What the exercise asks
As soon as the line containing "scratchU: new Float64Array(Math.max(0, ...inputs.map((s)" appears in the material below, start returning lines exactly, and end with the line containing "plans.forEach((plan, c) =>".
========================
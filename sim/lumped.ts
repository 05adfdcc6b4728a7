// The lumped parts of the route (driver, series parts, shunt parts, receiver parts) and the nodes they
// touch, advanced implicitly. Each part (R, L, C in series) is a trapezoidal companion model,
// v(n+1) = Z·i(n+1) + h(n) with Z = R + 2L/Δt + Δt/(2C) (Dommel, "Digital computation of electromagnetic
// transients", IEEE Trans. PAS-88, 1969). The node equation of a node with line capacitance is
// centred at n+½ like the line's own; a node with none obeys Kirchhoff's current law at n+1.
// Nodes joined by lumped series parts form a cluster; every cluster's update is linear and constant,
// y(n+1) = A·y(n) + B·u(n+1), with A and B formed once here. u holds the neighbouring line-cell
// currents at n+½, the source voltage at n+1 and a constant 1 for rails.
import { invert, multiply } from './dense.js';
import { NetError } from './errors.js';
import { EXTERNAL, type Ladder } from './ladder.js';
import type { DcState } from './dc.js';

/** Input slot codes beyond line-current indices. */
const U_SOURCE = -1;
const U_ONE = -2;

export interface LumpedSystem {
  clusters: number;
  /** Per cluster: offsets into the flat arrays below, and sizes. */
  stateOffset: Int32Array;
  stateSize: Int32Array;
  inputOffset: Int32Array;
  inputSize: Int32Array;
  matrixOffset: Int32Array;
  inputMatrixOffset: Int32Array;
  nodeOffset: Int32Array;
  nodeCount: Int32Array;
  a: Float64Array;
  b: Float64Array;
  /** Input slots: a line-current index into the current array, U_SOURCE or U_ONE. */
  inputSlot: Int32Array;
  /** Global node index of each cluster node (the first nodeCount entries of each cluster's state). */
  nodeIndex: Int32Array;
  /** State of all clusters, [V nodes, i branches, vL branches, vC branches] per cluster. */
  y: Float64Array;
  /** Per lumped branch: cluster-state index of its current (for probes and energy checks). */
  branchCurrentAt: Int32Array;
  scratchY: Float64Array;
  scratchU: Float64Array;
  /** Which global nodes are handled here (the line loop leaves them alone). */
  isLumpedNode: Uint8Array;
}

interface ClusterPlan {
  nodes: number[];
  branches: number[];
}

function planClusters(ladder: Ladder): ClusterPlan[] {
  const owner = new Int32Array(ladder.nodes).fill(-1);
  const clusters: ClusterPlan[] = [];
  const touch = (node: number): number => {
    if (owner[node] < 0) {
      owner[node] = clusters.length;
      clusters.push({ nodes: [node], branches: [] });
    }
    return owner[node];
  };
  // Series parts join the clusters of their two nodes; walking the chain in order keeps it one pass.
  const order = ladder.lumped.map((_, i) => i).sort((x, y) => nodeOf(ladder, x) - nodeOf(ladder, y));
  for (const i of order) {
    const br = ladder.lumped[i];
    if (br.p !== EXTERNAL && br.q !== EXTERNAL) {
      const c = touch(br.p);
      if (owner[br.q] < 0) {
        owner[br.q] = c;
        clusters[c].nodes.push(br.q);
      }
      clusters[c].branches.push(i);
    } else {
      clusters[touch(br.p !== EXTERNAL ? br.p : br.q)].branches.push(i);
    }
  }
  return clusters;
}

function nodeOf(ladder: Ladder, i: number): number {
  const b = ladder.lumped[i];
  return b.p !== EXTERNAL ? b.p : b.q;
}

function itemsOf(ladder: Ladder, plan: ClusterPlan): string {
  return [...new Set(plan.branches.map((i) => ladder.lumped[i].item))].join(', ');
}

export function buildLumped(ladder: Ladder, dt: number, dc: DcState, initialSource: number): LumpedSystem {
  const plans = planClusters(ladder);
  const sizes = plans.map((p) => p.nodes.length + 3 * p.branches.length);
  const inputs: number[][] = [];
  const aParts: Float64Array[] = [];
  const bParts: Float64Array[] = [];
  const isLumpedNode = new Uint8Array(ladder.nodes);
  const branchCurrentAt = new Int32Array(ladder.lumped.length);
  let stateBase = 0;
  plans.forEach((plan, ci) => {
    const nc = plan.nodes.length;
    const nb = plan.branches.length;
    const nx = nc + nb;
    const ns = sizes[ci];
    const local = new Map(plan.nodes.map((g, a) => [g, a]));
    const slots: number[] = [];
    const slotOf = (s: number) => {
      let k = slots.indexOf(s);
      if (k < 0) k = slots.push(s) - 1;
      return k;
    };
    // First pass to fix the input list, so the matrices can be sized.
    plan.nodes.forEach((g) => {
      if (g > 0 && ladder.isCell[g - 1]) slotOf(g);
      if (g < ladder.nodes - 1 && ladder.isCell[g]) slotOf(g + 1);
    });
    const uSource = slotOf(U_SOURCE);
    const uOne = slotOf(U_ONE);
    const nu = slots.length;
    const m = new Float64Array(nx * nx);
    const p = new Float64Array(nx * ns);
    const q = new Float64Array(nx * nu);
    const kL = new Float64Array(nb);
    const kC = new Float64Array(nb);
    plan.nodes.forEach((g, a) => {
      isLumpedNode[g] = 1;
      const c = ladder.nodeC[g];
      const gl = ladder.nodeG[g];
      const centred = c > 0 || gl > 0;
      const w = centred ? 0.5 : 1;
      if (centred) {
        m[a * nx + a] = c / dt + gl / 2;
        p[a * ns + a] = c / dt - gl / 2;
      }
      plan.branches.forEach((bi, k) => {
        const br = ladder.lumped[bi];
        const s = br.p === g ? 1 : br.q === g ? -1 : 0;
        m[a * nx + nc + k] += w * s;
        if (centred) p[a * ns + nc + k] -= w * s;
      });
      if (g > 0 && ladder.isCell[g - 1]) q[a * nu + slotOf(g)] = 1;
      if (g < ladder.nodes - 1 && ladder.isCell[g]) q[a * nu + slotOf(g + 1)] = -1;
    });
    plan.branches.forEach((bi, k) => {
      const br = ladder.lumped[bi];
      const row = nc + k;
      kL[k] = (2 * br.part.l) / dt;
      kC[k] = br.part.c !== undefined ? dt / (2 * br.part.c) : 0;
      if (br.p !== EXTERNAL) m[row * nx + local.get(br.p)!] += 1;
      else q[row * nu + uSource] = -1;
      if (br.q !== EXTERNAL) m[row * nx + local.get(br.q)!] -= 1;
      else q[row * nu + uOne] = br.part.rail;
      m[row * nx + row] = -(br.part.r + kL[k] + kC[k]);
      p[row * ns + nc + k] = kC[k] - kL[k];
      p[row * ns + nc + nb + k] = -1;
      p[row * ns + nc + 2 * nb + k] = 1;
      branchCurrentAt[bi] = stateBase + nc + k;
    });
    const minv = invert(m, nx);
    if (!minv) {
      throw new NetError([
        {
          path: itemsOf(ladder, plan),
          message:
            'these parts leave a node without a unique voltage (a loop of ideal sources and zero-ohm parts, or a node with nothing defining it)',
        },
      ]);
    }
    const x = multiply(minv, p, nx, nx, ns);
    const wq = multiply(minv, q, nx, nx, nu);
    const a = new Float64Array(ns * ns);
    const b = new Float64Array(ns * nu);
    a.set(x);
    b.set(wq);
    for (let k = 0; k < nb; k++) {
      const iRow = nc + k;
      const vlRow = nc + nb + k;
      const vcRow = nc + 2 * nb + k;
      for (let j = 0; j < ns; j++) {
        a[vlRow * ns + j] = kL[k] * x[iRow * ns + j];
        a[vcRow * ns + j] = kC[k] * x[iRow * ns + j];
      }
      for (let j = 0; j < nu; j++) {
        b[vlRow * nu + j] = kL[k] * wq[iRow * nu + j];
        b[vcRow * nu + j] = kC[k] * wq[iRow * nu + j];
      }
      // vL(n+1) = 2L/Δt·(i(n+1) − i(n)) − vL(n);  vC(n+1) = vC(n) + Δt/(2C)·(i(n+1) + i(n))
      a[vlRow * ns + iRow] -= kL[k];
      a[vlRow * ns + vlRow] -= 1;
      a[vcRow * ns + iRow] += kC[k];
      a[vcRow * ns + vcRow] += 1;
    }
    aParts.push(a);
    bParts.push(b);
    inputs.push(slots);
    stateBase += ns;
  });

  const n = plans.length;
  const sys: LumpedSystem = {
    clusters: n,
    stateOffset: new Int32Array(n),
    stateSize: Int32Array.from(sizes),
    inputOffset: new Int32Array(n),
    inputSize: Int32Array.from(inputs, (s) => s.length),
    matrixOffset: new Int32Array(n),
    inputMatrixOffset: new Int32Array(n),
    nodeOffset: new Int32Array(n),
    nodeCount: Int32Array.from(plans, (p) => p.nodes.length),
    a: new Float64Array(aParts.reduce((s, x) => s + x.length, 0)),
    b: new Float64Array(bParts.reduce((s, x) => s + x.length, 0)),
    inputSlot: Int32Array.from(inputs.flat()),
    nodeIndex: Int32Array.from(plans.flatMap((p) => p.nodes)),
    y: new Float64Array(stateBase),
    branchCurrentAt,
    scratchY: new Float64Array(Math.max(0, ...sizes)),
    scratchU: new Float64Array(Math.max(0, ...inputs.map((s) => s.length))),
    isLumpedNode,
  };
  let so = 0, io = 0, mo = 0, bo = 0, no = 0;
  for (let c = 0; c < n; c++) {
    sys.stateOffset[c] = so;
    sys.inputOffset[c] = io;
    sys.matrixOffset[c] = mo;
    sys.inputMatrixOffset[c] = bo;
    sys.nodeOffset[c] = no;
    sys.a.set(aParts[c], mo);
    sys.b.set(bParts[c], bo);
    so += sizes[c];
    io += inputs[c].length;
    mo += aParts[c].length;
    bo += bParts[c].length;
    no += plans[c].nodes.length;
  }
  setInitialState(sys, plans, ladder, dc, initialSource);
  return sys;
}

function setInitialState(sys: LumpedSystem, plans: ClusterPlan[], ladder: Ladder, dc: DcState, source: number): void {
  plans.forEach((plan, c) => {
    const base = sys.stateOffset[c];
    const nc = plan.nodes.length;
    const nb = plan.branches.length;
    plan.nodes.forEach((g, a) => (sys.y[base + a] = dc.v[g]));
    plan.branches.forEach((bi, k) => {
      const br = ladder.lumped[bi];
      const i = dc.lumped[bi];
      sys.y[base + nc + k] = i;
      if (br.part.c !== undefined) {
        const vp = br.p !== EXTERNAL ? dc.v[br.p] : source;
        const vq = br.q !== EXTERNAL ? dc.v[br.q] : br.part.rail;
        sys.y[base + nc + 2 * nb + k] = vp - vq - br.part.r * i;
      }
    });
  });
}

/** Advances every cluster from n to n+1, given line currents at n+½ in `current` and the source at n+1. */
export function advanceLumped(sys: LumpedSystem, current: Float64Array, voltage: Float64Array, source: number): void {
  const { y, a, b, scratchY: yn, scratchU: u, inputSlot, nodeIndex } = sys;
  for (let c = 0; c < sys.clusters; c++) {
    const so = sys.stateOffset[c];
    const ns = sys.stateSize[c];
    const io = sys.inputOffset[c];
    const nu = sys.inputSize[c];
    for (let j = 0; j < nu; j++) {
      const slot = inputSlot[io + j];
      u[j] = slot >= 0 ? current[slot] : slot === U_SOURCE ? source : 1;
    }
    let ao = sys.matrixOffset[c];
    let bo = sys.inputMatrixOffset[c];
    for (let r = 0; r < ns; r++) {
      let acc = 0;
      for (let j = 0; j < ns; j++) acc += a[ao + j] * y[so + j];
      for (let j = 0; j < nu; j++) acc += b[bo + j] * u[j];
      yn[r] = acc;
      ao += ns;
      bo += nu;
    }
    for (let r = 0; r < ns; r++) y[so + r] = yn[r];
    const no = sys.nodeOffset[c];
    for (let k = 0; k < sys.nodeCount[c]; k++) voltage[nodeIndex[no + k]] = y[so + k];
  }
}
========================
Result
    scratchU: new Float64Array(Math.max(0, ...inputs.map((s) => s.length))),
    isLumpedNode,
  };
  let so = 0, io = 0, mo = 0, bo = 0, no = 0;
  for (let c = 0; c < n; c++) {
    sys.stateOffset[c] = so;
    sys.inputOffset[c] = io;
    sys.matrixOffset[c] = mo;
    sys.inputMatrixOffset[c] = bo;
    sys.nodeOffset[c] = no;
    sys.a.set(aParts[c], mo);
    sys.b.set(bParts[c], bo);
    so += sizes[c];
    io += inputs[c].length;
    mo += aParts[c].length;
    bo += bParts[c].length;
    no += plans[c].nodes.length;
  }
  setInitialState(sys, plans, ladder, dc, initialSource);
  return sys;
}

function setInitialState(sys: LumpedSystem, plans: ClusterPlan[], ladder: Ladder, dc: DcState, source: number): void {
  plans.forEach((plan, c) => {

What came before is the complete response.